Now, that could sound like support for whole word teaching (it’s not). What it is, is acknowledgement that teaching phonics will only get you so far. Even research has recognized that you don’t need to learn every single GPC. Instead, it has shown that you should aim to know the 64 most common (at minimum)1. That once you have those, the rest you can/will learn as you encounter words that use them. But that because so many graphemes can map to multiple phonemes, the best thing to do is to focus on the most common or frequent form and teach those first.
I feel like this is something most of us intuitively know. I mean, there’s the long running meme/joke about realizing your pronunciation of a word is way off because you learned it from reading. That’s a clear indication that you used the phonics knowledge you had and came up with a reasonable “guess” to the word. And you know what it? It doesn’t matter if you didn’t pronounce it properly the first time (or even million times) in your head. And when you do find out the correct pronunciation, you can correct yourself and move on.

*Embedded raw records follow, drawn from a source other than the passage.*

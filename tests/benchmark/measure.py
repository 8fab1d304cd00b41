"""Timing of our own solver: what one case costs in a batch, where the time goes, and how it grows.

The search for equilibrium (`solver.solve`) of all cases of a problem is timed from the still-air state, best of several runs, as processor
time of its one thread, so that other work on the machine counts little; loads, the setting and the verdict are timed apart.  Bare
factorisations are the very bands that the search factored, recorded and factored again by LAPACK alone.  The parts of a search are timed
by wrapping the functions named in `PARTS`, which do not contain each other.
"""

from __future__ import annotations

import importlib
import time
from collections.abc import Callable, Iterator
from contextlib import ExitStack, contextmanager
from dataclasses import dataclass
from typing import Any
from unittest.mock import patch

import numpy as np
from numpy.typing import NDArray

from guys import mesh, setting, solver, stability
from guys.equilibrium import Problem
from guys.loads import lines_of
from guys.scenario import Scenario, parse_scenario
from guys.structure import build

Vector = NDArray[np.float64]

PARTS = {
    "cables: catenaries to their chords": ("guys.equilibrium:Problem.pull",),
    "cables: blocks of the tangent": ("guys.equilibrium:Problem._cable_blocks",),
    "beams: deformations and their derivatives": ("guys.equilibrium:Problem._bend", "guys.beam:gradient"),
    "beams: blocks of the tangent": ("guys.beam:blocks",),
    "blocks summed and laid into the band": ("guys.band:add_up", "guys.band:to_band", "guys.band:fold", "guys.band:fold_gradient"),
    "banded factorisation": ("guys.band:factor",),
    "banded solution": ("guys.band:solve",),
    "nodes moved and turned": ("guys.equilibrium:Problem.advance",),
}


@dataclass(frozen=True)
class Prepared:
    """A structure with its setting found, and the problem of all its cases."""

    found: setting.Setting
    problem: Problem
    setting_seconds: float
    loads_seconds: float


@dataclass(frozen=True)
class Figures:
    """What is reported of one mast; milliseconds are per case."""

    nodes: int
    cables: int
    cases: int
    search_ms: float
    verdict_ms: float
    loads_ms: float
    setting_ms: float
    rounds: float
    out_of_balance: float
    mesh_of_greatest: float
    mesh_each: float
    factorisation_ms: float
    parts: dict[str, float]

    @property
    def ratio(self) -> float:
        """Search over the sum of its bare factorisations."""
        return self.search_ms / self.factorisation_ms


def prepare(scenario: Scenario, finer: int = 1, directions: int | None = None) -> Prepared:
    """Build, set, and load with the file's wind directions, or with evenly spaced ones."""
    began = time.process_time()
    structure = build(scenario, finer)
    found = setting.find(structure)
    between = time.process_time()
    bearings = None if directions is None else [2 * np.pi * k / directions for k in range(directions)]
    problem = found.under(lines_of(scenario, bearings))
    ended = time.process_time()
    return Prepared(found, problem, between - began, ended - between)


def search(mast: Prepared) -> solver.Outcome:
    """What is timed: every case from the still-air state to equilibrium."""
    return solver.solve(mast.problem, mast.problem.repeat(mast.found.state), stability.turned_over)


def least_time(work: Callable[[], object], repeats: int) -> float:
    """Least of several processor times [s] of this one thread, after one run that is not counted."""
    work()
    spent = []
    for _ in range(repeats):
        began = time.process_time()
        work()
        spent.append(time.process_time() - began)
    return min(spent)


def figures(text: str, repeats: int, directions: int | None = None) -> Figures:
    """Everything about one mast."""
    scenario = parse_scenario(text)
    mast, fine = prepare(scenario, 1, directions), prepare(scenario, 2, directions)
    out = search(mast)
    tension, reference = tensions(mast, out), tensions(fine, search(fine))
    cases = mast.problem.cases
    per_case = 1e3 / cases
    return Figures(
        nodes=mast.problem.structure.nodes,
        cables=len(scenario.cable),
        cases=cases,
        search_ms=per_case * least_time(lambda: search(mast), repeats),
        verdict_ms=per_case * least_time(lambda: stability.classify(mast.problem, out.state), repeats),
        loads_ms=per_case * mast.loads_seconds,
        setting_ms=1e3 * mast.setting_seconds,
        rounds=float(out.rounds.mean()),
        out_of_balance=float(out.error.max()),
        mesh_of_greatest=float(np.abs(tension - reference).max() / reference.max()),
        mesh_each=float(np.abs(tension / reference - 1).max()),
        factorisation_ms=per_case * bare_factorisations(mast, repeats),
        parts=parts(mast, repeats),
    )


def tensions(mast: Prepared, out: solver.Outcome) -> Vector:
    """(case, cable, end) [N]."""
    hanging = mast.problem.evaluate(out.state).hanging
    return np.stack([np.linalg.norm(hanging.at_a, axis=-1), np.linalg.norm(hanging.at_b, axis=-1)], axis=-1)


def bare_factorisations(mast: Prepared, repeats: int) -> float:
    """Seconds to factor once more every band that one search factors."""
    from guys import band

    bands: list[Vector] = []
    bare = band.factor

    def recording(k_band: Vector) -> Any:
        bands.append(k_band.copy())
        return bare(k_band)

    with patch.object(band, "factor", recording):
        search(mast)
    total = 0.0
    for k_band in bands:
        fresh = iter([k_band.copy() for _ in range(repeats + 1)])  # the factors overwrite the band
        total += least_time(lambda fresh=fresh: bare(next(fresh)), repeats)  # type: ignore[misc]
    return total


def parts(mast: Prepared, repeats: int) -> dict[str, float]:
    """Share of the time of a search spent in each of `PARTS`, and in the rest."""
    spent = dict.fromkeys(PARTS, 0.0)
    with ExitStack() as wrapped:
        for part, names in PARTS.items():
            for name in names:
                wrapped.enter_context(_timed(name, part, spent))
        began = time.process_time()
        for _ in range(repeats):
            search(mast)
        whole = time.process_time() - began
    shares = {part: seconds / whole for part, seconds in spent.items()}
    return shares | {"the rest": 1.0 - sum(shares.values())}


@contextmanager
def _timed(name: str, part: str, spent: dict[str, float]) -> Iterator[None]:
    """Wrap the function `module:name` so that its time is added to `spent[part]`."""
    module, _, path = name.partition(":")
    *owners, last = path.split(".")
    owner: Any = importlib.import_module(module)
    for step in owners:
        owner = getattr(owner, step)
    bare = getattr(owner, last)

    def timed(*arguments: Any, **named: Any) -> Any:
        began = time.process_time()
        try:
            return bare(*arguments, **named)
        finally:
            spent[part] += time.process_time() - began

    with patch.object(owner, last, timed):
        yield


def coarse(text: str, elements: int, repeats: int) -> tuple[float, float]:
    """Milliseconds per case, and greatest tension error over the greatest tension, with so many elements in a span."""
    scenario = parse_scenario(text)
    fine = prepare(scenario, 4)
    reference = tensions(fine, search(fine))
    with patch.object(mesh, "ELEMENTS", elements):
        mast = prepare(scenario)
    error = np.abs(tensions(mast, search(mast)) - reference).max() / reference.max()
    return 1e3 * least_time(lambda: search(mast), repeats) / mast.problem.cases, float(error)


def growth_with_cases(text: str, counts: tuple[int, ...], repeats: int) -> list[tuple[int, float]]:
    """(cases, milliseconds of the whole batch)."""
    scenario = parse_scenario(text)
    out = []
    for count in counts:
        mast = prepare(scenario, 1, count)
        out.append((count, 1e3 * least_time(lambda mast=mast: search(mast), repeats)))  # type: ignore[misc]
    return out


def growth_with_nodes(text: str, finer: tuple[int, ...], repeats: int) -> list[tuple[int, float, float]]:
    """(nodes, milliseconds per case, rounds) for meshes `finer` times as fine."""
    scenario = parse_scenario(text)
    out = []
    for factor in finer:
        mast = prepare(scenario, factor)
        rounds = float(search(mast).rounds.mean())
        seconds = least_time(lambda mast=mast: search(mast), repeats)  # type: ignore[misc]
        out.append((mast.problem.structure.nodes, 1e3 * seconds / mast.problem.cases, rounds))
    return out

I’ve been thinking about all of this a lot as I’ve been trying to figure out what order of GPCs I want to use in my little program. I had heard many swear by the UFLI curriculum, but when I looked into it, it didn’t really match what I expected. Many of the high frequent GPCs I expected come quite late, and some that I know have low frequency came much earlier. I looked at some other versions as well, and nothing really “clicked.” I think I’m going to go back to these 64 and start from there. And the 100 high frequency words.
Solity, J., & Vousden, J. I. (2009). Real books vs. reading schemes: A new perspective from instructional psychology. Educational Psychology, 29, 469–511.